しばらくすると、スティーブ様が本を読んでいることに気がついた。何の本だろう。何となく気になり見ていると、スティーブ様と目が合った。恥ずかしくなり目を背ける。
「スティーブったらこんな時にも本を読んで」
イザベラ様が呆れたような声をあげる。
「そういえば、ドナはタセル語の読み書きができたのよね」
マリア様に言われ、私は小さくうなづいた。スティーブ様やヴィンス様が気分を害したのではないかと不安だった。
「失礼な態度で申し訳ない」
スティーブ様が本を閉じ、私に丁寧に謝ってくれた。驚いて私はスティーブ様を見ると、同時に彼の持つ本が目に入った。それは私が訳した本だった。植物についての研究本。あの日々が蘇るようで私は目を離すことができなかった。
「本、好きなの?」
スティーブ様が微笑んで話しかけてくださる。私はドキドキして顔が熱くなっていた。今まで男性に話しかけられることはなかった。あったとしても相手は私を使用人と思っていただろうから、何かを尋ねられるようなことばかりだった。
「は、はい」
好きだったわけではなかった。姉のために訳さなければならなかっただけで、本を読んで楽しむということはなかった。でも否定することができずに私は返事をした。
「読んでみる?」
そう言ってスティーブ様が本を手渡してくださった。表紙を見るとあの日々を思い出した。吐き気が込み上げそうになるのをグッと堪え、さも興味があるように本を開いた。
【この本を手にしてくださった方へ
私がずっと伝えたかったことをようやくお伝えすることができました。
どうかこの本を読んで楽しんでください】
1ページ目に書かれていた文を読み驚いた。私が見た本にはこんなことは書かれていなかった。そのまま私はページを捲った。確かに次からは私が読んだ本のとおりだった。

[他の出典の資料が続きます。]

"""Job files (TOML, schema 1) in, validated `Job` records out.

The reader is the only code that sees the raw TOML: it turns the file into a complete,
frozen, typed `Job` (bracing, basis, impact, wheel sets, the deflection rule and lifting are
real fields) and the design and output layers read those fields alone.

Validation reports every problem in one pass, each with the file, the key path
(``loads[2].at``, counted from 0 like the file's own order, with the ordinal in words) and the
line where the text gives one. Unknown keys are warnings that name the nearest known key, so a
typo never silently drops a load. A file with a newer schema is refused; schema 1 stays
readable. Nothing in a job file is ever evaluated as code.
"""

from __future__ import annotations

import difflib
import math
import re
import tomllib
from dataclasses import dataclass, field, replace
from enum import StrEnum
from functools import cached_property
from pathlib import Path

from shopbeam import units
from shopbeam.cautions import RACK_TAGS, SHELF_TAGS, is_lifting, normal_tag
from shopbeam.engine.model import LOAD_KINDS, SUPPORT_KINDS, Beam, Load, Support, segments
from shopbeam.engine.solver import geometry_problems
from shopbeam.errors import InputError, InputErrors, Problem
from shopbeam.jobs.limits import MAX_FILE_BYTES
from shopbeam.jobs.rules import (LIVE_DEFLECTION_PRESETS, DEFAULT_DEFLECTION_RATIO, DEFLECTION_PRESETS,
                                 LIFTING_DEFAULT_RATIO, LIFTING_PROFILES, WOOD_E_MAX, Basis,
                                 FATIGUE_CATEGORIES, guessed_profile, has_free_end)
from shopbeam.members import catalog
from shopbeam.members.catalog import is_steel_shape, is_wood_size
from shopbeam.members.materials import (EN_GRADES, get as get_material, resolve_material,
                                        untempered, ungraded)
from shopbeam.members.resolve import resolve_section

SCHEMA = 1
MAX_LOADS = 1000
MAX_SUPPORTS = 200

# Known keys per table (a key missing here is warned about as unknown). A new key is added
# here, as a field of the table's record below, and read in the table's reader function.
KNOWN_KEYS: dict[str, set[str]] = {
    "": {"schema", "title", "notes", "units", "tags", "beam", "supports", "loads", "criteria",
         "moving", "project"},
    "beam": {"length", "section", "material", "self_weight", "axis", "members", "levels", "welded",
             "braces", "braced", "braces_flange", "bearing", "restrained", "wet_service", "temperature",
             "repetitive"},
    "supports": {"at", "type", "stiffness", "label", "bearing", "brace"},
    "loads": {"type", "at", "start", "end", "value", "label", "case", "width", "total",
              "patterned", "uplift", "bearing", "flange", "wheels", "lug"},
    "criteria": {"deflection", "safety_factor", "basis", "impact", "duration",
                 "live_deflection", "lifting", "category", "fatigue_category", "cycles"},
    "moving": {"label", "loads", "dead", "spacing", "travel", "case", "wheels_per_axle",
               "wheel_edge", "bearing"},
    "project": set(),  # filled from PROJECT_KEYS below
}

「ドリアリー教授と言って、植物学の専門家なんだ。でも専門的なことをわかりやすく書いてくれていて、とても面白い本だよ」
この本を最初に手にしたことを思い出した。絵が書かれているので見やすいと思ったこと。でも結局タセル語を勉強して翻訳しなくてはいけなくなった。それはとても辛い作業だった。でも見たことのある花の効用が書かれていて、私はあの時感心したのだ。名前を知らなかった花には名前があって役割がある。そんなことを知れて嬉しかった。純粋に知識が増えて楽しかった。多分、姉のためでなければ楽しいことだったのだ。
「面白い?」
「はい」
スティーブ様に話しかけられ、私は反射的に答えていた。顔を上げ、スティーブ様を見ながら笑顔になっていた。瞬間、自分が恥ずかしくなり俯いた。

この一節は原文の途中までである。